The moment you decide to seek treatment for a mental illness, a therapist’s role comes into play. He is a therapist who will guide you through the healing process until a complete recovery is achieved. For the mentally ill, they are always an embodiment of the care, support, and security that always concern them in times of need.
It is often said in Mental Health Care Parleys that “the philosophy behind the therapy is far less important than the relationship between you and your therapist.” Therefore, choosing the right therapist is the key to the healing process.
Types of psychotherapists
Psychotherapists who are generally classified can be divided into the following categories:
- Psychologist: A psychologist has a doctorate in psychology and a bachelor’s degree in clinical psychology.
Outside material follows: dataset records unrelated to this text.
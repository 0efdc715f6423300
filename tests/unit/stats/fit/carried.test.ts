import { carried } from '$lib/stats/fit/carried';
import { toLaw } from '$lib/stats/fit/trial-levels';
import { lawMoments } from '$lib/stats/laws/law-moments';
import { describe, expect, it } from 'vitest';
import { levelsOf } from './plain';

describe('carried', () => {
  it('takes one trial of each pool far away, N kept and the mean nearly', () => {
    const levels = levelsOf(
      [
        [0.3, 5],
        [0.8, 1]
      ],
      { ones: 2, zeros: 3 }
    );
    const found = carried(levels);
    expect(found.some(({ ones }) => ones === 1)).toBe(true);
    expect(found.some(({ zeros }) => zeros === 2)).toBe(true);
    // The single trial at 0.8 moved: its level is gone.
    expect(found.some(({ trials, ones, zeros }) => ones === 2 && zeros === 3 && trials[0] === 5)).toBe(true);
    for (const next of found) {
      expect(next.trials.reduce((a, b) => a + b, 0) + next.ones + next.zeros).toBe(11);
      expect(next.p.every((p) => p > 0 && p < 1)).toBe(true);
      expect(next.trials.every((m) => m >= 1)).toBe(true);
      expect(Math.abs(lawMoments(toLaw(next)).mean - lawMoments(toLaw(levels)).mean)).toBeLessThan(0.8);
    }
  });

  it('moves a Poisson part along with its levels', () => {
    const found = carried(levelsOf([], { zeros: Infinity, poissonPart: 3 }));
    // Not to 0.04, which is where the impossible trials nearly are.
    expect(found.map(({ p }) => p[0])).toEqual([0.35, 0.65, 0.96]);
    for (const next of found) expect(lawMoments(toLaw(next)).mean).toBeCloseTo(3, 9);
  });
});
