import { bestLaw } from '$lib/stats/fit/best-law';
import { refit } from '$lib/stats/fit/refit';
import { climb } from '$lib/stats/fit/climb';
import { workspace } from '$lib/stats/fit/workspace';
import { describe, expect, it } from 'vitest';
import { dataOf, plainLogLikelihood, levelsOf, probabilities } from './plain';
import { refitCases } from './refits';

describe.each(['weldon12', 'lz32'] as const)('refit of resamples of %s', (name) => {
  const { trials, observed, refits } = refitCases[name];
  const from = bestLaw(dataOf({ shots: observed, trials })).levels;

  it('comes within 1e-3 nats of the best known, all forty', () => {
    const short = refits.map(
      ({ shots, best }) => best - refit(dataOf({ shots, trials }), from).logLikelihood
    );
    expect(short.filter((missing) => !(missing < 1e-3))).toEqual([]);
    // And not by another likelihood: nothing can be better than the best of many starts by more than rounding.
    expect(Math.min(...short)).toBeGreaterThan(-1e-4);
  });

  it('reports the likelihood and the pmf of the levels it returns', () => {
    for (const { shots } of refits.slice(0, 5)) {
      const { levels, logLikelihood, window } = refit(dataOf({ shots, trials }), from);
      const p = probabilities(levels);
      expect(p).toHaveLength(trials);
      expect(Math.abs(logLikelihood - plainLogLikelihood({ shots, trials }, p))).toBeLessThan(1e-7);
      const total = window.values.reduce((sum, value) => sum + value, 0) / window.scale;
      expect(total).toBeCloseTo(1, 12);
    }
  });
});

describe('refit', () => {
  it('leaves the saddle of equal levels, on which Newton steps alone stay', () => {
    const { trials, observed, refits } = refitCases.weldon12;
    const from = bestLaw(dataOf({ shots: observed, trials })).levels;
    expect(from.p).toHaveLength(1);
    const trapped = refits.filter(({ shots, best }) => {
      const space = workspace(dataOf({ shots, trials }));
      return climb(space, from, 1e-9).value < best - 0.01;
    });
    // About half of the resamples want uneven trials; a start that cannot see it would bias every p-value.
    expect(trapped.length).toBeGreaterThan(10);
  });

  it('starts afresh when the law drawn from forbids a count', () => {
    const data = dataOf({ shots: [5, 20, 9, 1], trials: 3 });
    const forbids = levelsOf([[0.4, 2]], { ones: 1 });
    const best = bestLaw(data).logLikelihood;
    expect(refit(data, forbids).logLikelihood).toBeGreaterThan(best - 1e-3);
  });
});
- Social workers: Authorized clinical social workers (LCSW) with a master’s degree in social work may, in addition to additional clinical training, also act as psychotherapists.
- Marriage and Family Therapist: The Marriage and Family Therapist, or MFT, has a master’s degree with a wealth of clinical experience.
- Psychiatrist: A psychiatrist is a doctor with an M.D. or D.O. and specializes in mental health. They are the ones who can prescribe drugs to patients, even doctors.
What to expect from your therapist
A good therapist is the one who makes you feel comfortable and builds your confidence. Only when you are around, do you feel relieved that you are in safe hands.
Experience: Reviewing your therapist’s history is essential to your treatment. A therapist with greater exposure and experience will undoubtedly speed up the healing process. Someone who has treated more depression, eating disorders, alcoholism, trauma, or PTSD is better than others.
Review of licenses: Because you pay for a qualified professional’s psychiatric services, there is no harm in verifying the license and compliance with the state regulatory agency. Also, check for complaints about the therapist you have chosen. This ensures that you are treated by a competent person who deserves their salt.
Always treat with your intestinal instincts: even if a therapist’s credentials sound impeccable, always treat with your intestinal instincts. You will get in the mood when you start a discussion with your therapist. If you believe this, do not hesitate to replace someone else and seek someone else’s help.
Being said and done, always the relationship with your therapist and how comfortable you feel in his company determines your therapy course.